Digital technologies, drones offers oil companies millions of dollars worth in savings

“Intelligent pipelines” able to collect data for predictive analysis, unmanned underwater vehicles checking well equipment, and drones flying around offshore oil and gas platforms detecting leaksare likely to become commonplace in the petroleum industry within the next few years, saving companies tens of millions of dollars a year.

GE Oil & Gas chief executive Lorenzo Simonelli said several elements of that future were already being put in place, for example, ConocoPhillips’ participation in a project using predictive analytics at its Darwin LNG project.

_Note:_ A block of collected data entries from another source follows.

def read_csv_trace(
    path: str | Path,
    dt: float = 1.0,
    cruise_speed: float | str | None = None,
    smoothing_window: float | None = DEFAULT_SMOOTHING_WINDOW,
    max_accel: float = DEFAULT_MAX_ACCEL,
    max_decel: float = DEFAULT_MAX_DECEL,
) -> pd.DataFrame:
    """Read a duty-cycle trace from a CSV file and resample it to a fixed time step.

    The header names the columns, each with an optional unit in brackets read by pint:
    ``time [s]``, ``speed [km/h]``, ``grade [%]``, ``elevation [ft]``, ``distance [mi]``.
    Without a bracket the defaults are time s, speed km/h, grade %, elevation m, distance km
    (:data:`CSV_DEFAULT_UNITS`); ``grade [-]`` is rise/run. Lines starting with ``#`` and
    blank lines are skipped. Accepted column sets:

    * ``time, speed, grade`` or ``time, speed, elevation`` — a recorded drive. Distance is
      the integral of speed by the interval rule Δd = (v_i + v_{i+1})/2 · Δt. The grade of a
      row applies from that row to the next.
    * ``distance, elevation`` with a ``speed`` column or a constant ``cruise_speed`` — a
      route. A time trace is built as in :func:`from_segments`: the truck starts and ends
      at rest, has each row's speed at that row, may go up to the higher of two neighbouring
      rows' speeds between them, and keeps within ``max_accel``/``max_decel``. A row with
      speed 0 is a stop without dwell.

    An elevation column is smoothed over distance with :func:`smooth_elevation`; a grade
    column is used as given.

    Parameters
    ----------
    path : str or pathlib.Path
        The CSV file (comma-separated, UTF-8).
    dt : float, optional
        Output time step. Default 1. [s]
    cruise_speed : float or str, optional
        Constant speed for a distance-based file without a speed column; a number in m/s
        or a string with units (``"80 km/h"``). Ignored (with a note) when the file has a
        speed column. [m/s]
    smoothing_window : float or None, optional
        Elevation smoothing window; ``None`` or 0 for none. Default 250. [m]
    max_accel, max_decel : float, optional
        Acceleration limits for a distance-based file. Defaults 0.4 and 0.9. [m/s²]

    Returns
    -------
    pandas.DataFrame
        Trace (see the module description); ``attrs`` records the source, smoothing and
        total climb before and after smoothing. [SI]

    Raises
    ------
    InputError
        With the file and, for cell problems, ``line N, column 'header'`` where N is the
        line number an editor shows (the header is line 1 when there are no comment lines):
        missing file, empty trace, blank or non-numeric cells, time going backwards or
        repeating, distance going backwards or repeating, negative speed, grade beyond
        ±30 % (as given or after smoothing), unknown or missing columns, a unit of the wrong
        kind, or a missing cruise speed.

    Examples
    --------
    >>> import tempfile, pathlib
    >>> f = pathlib.Path(tempfile.mkdtemp()) / "t.csv"
    >>> _ = f.write_text("time [s],speed [m/s],grade [%]\\n0,10,0\\n10,10,0\\n")
    >>> read_csv_trace(f, dt=5)["distance"].tolist()
    [0.0, 50.0, 100.0]
    """
    path = Path(path)
    dt = _check_dt(dt)
    smoothing_window = _check_window(smoothing_window)
    smoothing_on = _smoothing_attr(smoothing_window) is not None
    cols, texts, lines, header_line = _read_csv_table(path)
    names = set(cols)
    hwhere = f"line {header_line}"

    def cell_where(name: str, i: int) -> str:
        return f"line {lines[i]}, column '{name}'"

    def nearest_line(s_rows: np.ndarray) -> Callable[[float], str]:
        def locate(x: float) -> str:
            i = int(np.clip(np.searchsorted(s_rows, x), 0, s_rows.size - 1))
            return f"line {lines[i]} (distance {fm.quantity(x, 'm', digits=0)})"
        return locate

    if len(lines) < 2:
        raise InputError("a trace needs at least two data rows", file=path,
                         where=f"line {lines[0]}")
    notes: list[str] = []
    if "time" in names:
        if "speed" not in names:
            raise InputError("missing column 'speed' (a trace with time needs speed and grade "
                             "or elevation)", file=path, where=hwhere)
        if "distance" in names:
            raise InputError("a trace with time takes its distance from speed: remove the "
                             "distance column", file=path, where=hwhere)
        if "grade" in names and "elevation" in names:
            raise InputError("give grade or elevation, not both", file=path, where=hwhere)
        if "grade" not in names and "elevation" not in names:
            raise InputError("missing column 'grade' or 'elevation'", file=path, where=hwhere)
        t, v = cols["time"], cols["speed"]
        i = _first_bad(np.diff(t) <= 0)
        if i is not None:
            word = "repeats" if t[i + 1] == t[i] else "goes backwards"
            raise InputError(f"time {word} ({fm.plain(t[i + 1])} s after {fm.plain(t[i])} s)",
                             file=path,
                             where=cell_where("time", i + 1))
        i = _first_bad(v < 0)
        if i is not None:
            raise InputError("negative speed", file=path, where=cell_where("speed", i))
        _check_trace_speed(v, lambda k: cell_where("speed", k), path)
        s = np.concatenate(([0.0], np.cumsum(0.5 * (v[1:] + v[:-1]) * np.diff(t))))
        if "grade" in names:
            g = cols["grade"]
            i = _first_bad(np.abs(g) > MAX_GRADE + 1e-12)
            if i is not None:
                raise InputError(f"grade {grade_beyond(g[i])}",
                                 file=path, where=cell_where("grade", i))
            z = np.concatenate(([0.0], np.cumsum(g[:-1] * np.diff(s))))
            prof_d, prof_z = _unique_profile(s, z)
            smoothing = None
            notes.append("grade column used as given (elevation starts at 0 m)")
        else:
            z = cols["elevation"]
            prof_d, prof_z = _smooth_profile(s, z, smoothing_window)
            _check_profile_grade(prof_d, prof_z, nearest_line(s), path, smoothing_on)
            smoothing = _smoothing_attr(smoothing_window)
        try:
            df = _resample_core(t, s, dt, v, prof_d, prof_z)
        except InputError as exc:
            raise exc.located(file=path) from None
    elif "distance" in names:
        if "elevation" not in names:
            raise InputError("missing column 'elevation' (a route with distance needs "
                             "elevation)", file=path, where=hwhere)
        if "grade" in names:
            raise InputError("a route with distance takes its grade from elevation: remove "
                             "the grade column", file=path, where=hwhere)
        d, z = cols["distance"], cols["elevation"]
        i = _first_bad(np.diff(d) <= 0)
        if i is not None:
            word = "repeats" if d[i + 1] == d[i] else "goes backwards"
            raise InputError(f"distance {word}", file=path, where=cell_where("distance", i + 1))
        s = d - d[0]
        if "speed" in names:
            v = cols["speed"]
            i = _first_bad(v < 0)
            if i is not None:
                raise InputError("negative speed", file=path, where=cell_where("speed", i))
            _check_trace_speed(v, lambda k: cell_where("speed", k), path)
            i = _first_bad((v[1:] == 0) & (v[:-1] == 0))
            if i is not None:
                raise InputError("speed is 0 on two rows in a row: the truck never gets there",
                                 file=path, where=cell_where("speed", i + 1))
            if cruise_speed is not None:
                notes.append("cruise_speed ignored: the file has a speed column")
        else:
            if cruise_speed is None:
                raise InputError("no speed column and no cruise speed given", file=path,
                                 where="cruise_speed")
            v = np.full(s.size, _check_positive(cruise_speed, "cruise_speed", "m/s"))
        max_accel = _check_positive(max_accel, "max_accel", "m/s^2")
        max_decel = _check_positive(max_decel, "max_decel", "m/s^2")
        prof_d, prof_z = _smooth_profile(s, z, smoothing_window)
        _check_profile_grade(prof_d, prof_z, nearest_line(s), path, smoothing_on)
        smoothing = _smoothing_attr(smoothing_window)
        knot_limit = v.copy()
        knot_limit[0] = knot_limit[-1] = 0.0  # start and end at rest
        interval_limit = np.maximum(v[1:], v[:-1])
        try:
            tt, ss, vv = _drive(s, knot_limit, interval_limit, np.zeros(s.size), max_accel,
                                max_decel, 1.0)
            df = _resample_core(tt, ss, dt, vv, prof_d, prof_z)
        except InputError as exc:
            raise exc.located(file=path) from None
        notes.append("time built from distance and speed, starting and ending at rest")
    else:
        raise InputError("missing column 'time' or 'distance'; accepted sets are time, speed "
                         "and grade or elevation; or distance and elevation (with speed or a "
                         "cruise speed)", file=path, where=hwhere)
    if "time" in names and cols["time"][0] != 0:
        notes.append(f"time shifted to start at 0 (file starts at {fm.plain(cols['time'][0])} s)")
    df.attrs.update(
        source=str(path),
        smoothing=smoothing,
        climb_before_smoothing=_climb(z)[0],
        climb_after_smoothing=_climb(df["elevation"].to_numpy())[0],
        notes=notes,
    )
    return df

“Every industrial company needs to become a digital company,” Mr. Simonelli told reporters at the LNG18 conference in Perth. He pointed to the more than US$1 billion (US$1.3 billion) GE has invested to develop its Predix industrial internet system, which can be utilized across the industry and adapted by adding app-like software depending on the company and use. “The industrial internet is going to be far bigger than the consumer internet. Think about the opportunity that you can get now by being able to gather that data and reduce unplanned down time. That’s where the vision is.”

GE estimated that unplanned outages at LNG projects cost US$11 million a day, meaning the average producer loses on average US$150 million a year in unexpected stoppages that could be radically cut back. Just a 1% improvement in reliability and efficiency would achieve a 10% reduction in plant down time.

In Queensland, electrification and digitalization are being used to help drive maintenance schedules for gas-gathering equipment at the three coal seam gas-based LNG projects, helping reduce costs and improve reliability of operations, said David Pryke, regional head of oil and gas at Siemens. The ability to predict failure of equipment can allow action to be taken to avoid it, or preparations to be taken for a shutdown, saving time and money, he said in an interview. “With the oil price where it is, there is a lot more collaboration going on between our customers and ourselves,” Mr. Pryke said. “We’ve all got an interest in trying to drive down the cost of oil and gas production.”

On adopting digitalisation to predict plant behaviour, the oil and gas industry lags other sectors such as aviation, which has been using the techniques for about five years, GE’s Mr. Simonelli said. Only now, with the financial pain being caused by low commodity prices, is the energy industry appreciating more fully the benefits that could be achieved.

For the offshore industry, drones – which are already starting to be utilised to monitor operations – can collect data on performance and emissions, information that can be correlated with weather information and production data to create a “digital ecosystem” around the offshore platform. That allows remote analysis to be carried out to assess maintenance timing and needs, and optimise production.